## [Data for this exercise]
════════

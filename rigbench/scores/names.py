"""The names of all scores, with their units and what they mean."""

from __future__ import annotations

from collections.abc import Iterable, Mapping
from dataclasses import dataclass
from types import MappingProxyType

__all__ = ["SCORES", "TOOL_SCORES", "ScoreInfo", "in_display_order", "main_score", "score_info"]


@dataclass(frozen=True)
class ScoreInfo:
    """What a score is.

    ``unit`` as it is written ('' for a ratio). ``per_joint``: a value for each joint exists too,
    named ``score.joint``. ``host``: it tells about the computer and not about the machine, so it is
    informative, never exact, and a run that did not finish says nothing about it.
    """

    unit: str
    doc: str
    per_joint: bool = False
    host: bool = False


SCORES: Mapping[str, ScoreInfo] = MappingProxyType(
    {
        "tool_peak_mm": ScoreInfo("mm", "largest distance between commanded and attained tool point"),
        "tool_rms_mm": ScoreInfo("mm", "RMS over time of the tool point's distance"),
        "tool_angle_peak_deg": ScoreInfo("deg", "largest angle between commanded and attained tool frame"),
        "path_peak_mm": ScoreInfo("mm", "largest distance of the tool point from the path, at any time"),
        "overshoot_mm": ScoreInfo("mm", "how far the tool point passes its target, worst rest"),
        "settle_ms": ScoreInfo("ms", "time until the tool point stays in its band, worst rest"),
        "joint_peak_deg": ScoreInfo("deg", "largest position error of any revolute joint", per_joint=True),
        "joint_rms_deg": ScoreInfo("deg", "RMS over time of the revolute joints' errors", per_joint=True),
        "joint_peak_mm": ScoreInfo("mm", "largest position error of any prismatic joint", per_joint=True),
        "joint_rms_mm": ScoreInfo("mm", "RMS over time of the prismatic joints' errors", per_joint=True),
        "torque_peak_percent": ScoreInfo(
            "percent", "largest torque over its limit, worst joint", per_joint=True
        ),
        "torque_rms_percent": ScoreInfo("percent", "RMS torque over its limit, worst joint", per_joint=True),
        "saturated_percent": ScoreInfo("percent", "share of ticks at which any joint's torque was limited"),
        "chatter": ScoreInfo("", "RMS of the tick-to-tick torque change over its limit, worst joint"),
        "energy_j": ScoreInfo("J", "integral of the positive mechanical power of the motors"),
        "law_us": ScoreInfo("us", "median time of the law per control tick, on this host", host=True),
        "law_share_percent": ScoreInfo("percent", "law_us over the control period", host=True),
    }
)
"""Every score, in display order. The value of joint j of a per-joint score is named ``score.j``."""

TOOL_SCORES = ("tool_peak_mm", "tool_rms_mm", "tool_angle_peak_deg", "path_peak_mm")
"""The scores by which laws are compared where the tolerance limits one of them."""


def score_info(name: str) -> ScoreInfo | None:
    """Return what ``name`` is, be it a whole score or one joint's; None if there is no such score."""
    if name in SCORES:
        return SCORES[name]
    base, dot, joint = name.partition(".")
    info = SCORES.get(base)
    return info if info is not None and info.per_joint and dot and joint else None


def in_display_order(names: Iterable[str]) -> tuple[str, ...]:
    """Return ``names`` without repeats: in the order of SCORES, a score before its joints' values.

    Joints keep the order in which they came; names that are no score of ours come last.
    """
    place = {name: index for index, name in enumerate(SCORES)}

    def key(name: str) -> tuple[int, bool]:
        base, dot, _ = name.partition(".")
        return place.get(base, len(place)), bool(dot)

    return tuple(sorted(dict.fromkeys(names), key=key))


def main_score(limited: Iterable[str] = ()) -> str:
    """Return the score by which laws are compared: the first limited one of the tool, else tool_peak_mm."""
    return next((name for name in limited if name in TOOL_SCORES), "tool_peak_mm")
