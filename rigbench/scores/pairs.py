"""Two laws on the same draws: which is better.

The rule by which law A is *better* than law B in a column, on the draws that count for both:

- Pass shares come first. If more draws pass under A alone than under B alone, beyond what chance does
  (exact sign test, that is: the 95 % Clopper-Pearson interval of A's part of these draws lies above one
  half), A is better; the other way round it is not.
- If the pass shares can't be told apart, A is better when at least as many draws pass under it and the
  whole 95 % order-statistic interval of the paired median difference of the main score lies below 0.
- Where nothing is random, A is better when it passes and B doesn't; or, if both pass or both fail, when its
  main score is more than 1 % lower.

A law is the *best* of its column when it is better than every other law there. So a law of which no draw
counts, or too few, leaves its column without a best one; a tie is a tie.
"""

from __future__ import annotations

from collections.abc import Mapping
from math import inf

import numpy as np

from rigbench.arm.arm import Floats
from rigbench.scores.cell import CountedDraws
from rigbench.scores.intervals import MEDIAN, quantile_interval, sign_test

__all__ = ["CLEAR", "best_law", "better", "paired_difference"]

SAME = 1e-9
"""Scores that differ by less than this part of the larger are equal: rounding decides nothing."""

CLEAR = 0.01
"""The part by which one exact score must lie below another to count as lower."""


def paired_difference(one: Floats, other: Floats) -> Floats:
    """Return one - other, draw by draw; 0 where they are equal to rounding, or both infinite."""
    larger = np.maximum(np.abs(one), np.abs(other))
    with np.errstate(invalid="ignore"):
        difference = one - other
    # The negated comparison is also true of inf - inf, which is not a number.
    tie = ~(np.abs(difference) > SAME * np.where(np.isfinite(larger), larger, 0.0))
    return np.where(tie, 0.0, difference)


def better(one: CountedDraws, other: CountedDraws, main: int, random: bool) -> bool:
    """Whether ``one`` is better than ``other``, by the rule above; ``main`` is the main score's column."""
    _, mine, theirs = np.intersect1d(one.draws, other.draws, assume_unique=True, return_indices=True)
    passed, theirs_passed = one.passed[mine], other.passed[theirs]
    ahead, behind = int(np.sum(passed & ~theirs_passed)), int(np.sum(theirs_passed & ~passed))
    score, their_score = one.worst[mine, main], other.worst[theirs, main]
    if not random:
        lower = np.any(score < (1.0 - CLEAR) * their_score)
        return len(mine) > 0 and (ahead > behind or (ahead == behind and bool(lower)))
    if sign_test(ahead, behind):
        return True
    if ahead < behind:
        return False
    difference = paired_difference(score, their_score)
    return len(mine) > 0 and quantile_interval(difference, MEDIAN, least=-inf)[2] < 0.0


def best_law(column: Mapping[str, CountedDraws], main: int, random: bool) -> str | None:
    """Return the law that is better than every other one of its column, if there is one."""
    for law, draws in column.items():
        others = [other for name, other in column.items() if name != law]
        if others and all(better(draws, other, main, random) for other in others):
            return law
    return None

════════

Working from the material above, retype exactly the lines from the one with "def in_display_order(names: Iterable[str])" through the one with "def key(name: str)", both included, and only those lines.

def in_display_order(names: Iterable[str]) -> tuple[str, ...]:
    """Return ``names`` without repeats: in the order of SCORES, a score before its joints' values.

    Joints keep the order in which they came; names that are no score of ours come last.
    """
    place = {name: index for index, name in enumerate(SCORES)}

    def key(name: str) -> tuple[int, bool]:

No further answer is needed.